§ **Work to be completed**
In full and without change, transcribe the records below.

(Saved data entries)
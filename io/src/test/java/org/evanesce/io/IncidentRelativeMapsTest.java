package org.evanesce.io;

import static org.junit.jupiter.api.Assertions.assertEquals;
import static org.junit.jupiter.api.Assertions.assertTrue;

import io.jhdf.HdfFile;
import io.jhdf.api.Dataset;
import java.io.IOException;
import java.nio.file.Files;
import java.nio.file.Path;
import java.util.Locale;
import org.evanesce.geometry.GridSpec;
import org.evanesce.io.output.image.FieldPicture;
import org.junit.jupiter.api.Test;
import org.junit.jupiter.api.io.TempDir;
import org.junit.jupiter.params.ParameterizedTest;
import org.junit.jupiter.params.provider.CsvSource;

§ **Solution to this exercise**
filename io/src/test/java/org/evanesce/io/IncidentRelativeMapsTest.java
package org.evanesce.io;

import static org.junit.jupiter.api.Assertions.assertEquals;
import static org.junit.jupiter.api.Assertions.assertTrue;

import io.jhdf.HdfFile;
import io.jhdf.api.Dataset;
import java.io.IOException;
import java.nio.file.Files;
import java.nio.file.Path;
import java.util.Locale;
import org.evanesce.geometry.GridSpec;
import org.evanesce.io.output.image.FieldPicture;
import org.junit.jupiter.api.Test;
import org.junit.jupiter.api.io.TempDir;
import org.junit.jupiter.params.ParameterizedTest;
import org.junit.jupiter.params.provider.CsvSource;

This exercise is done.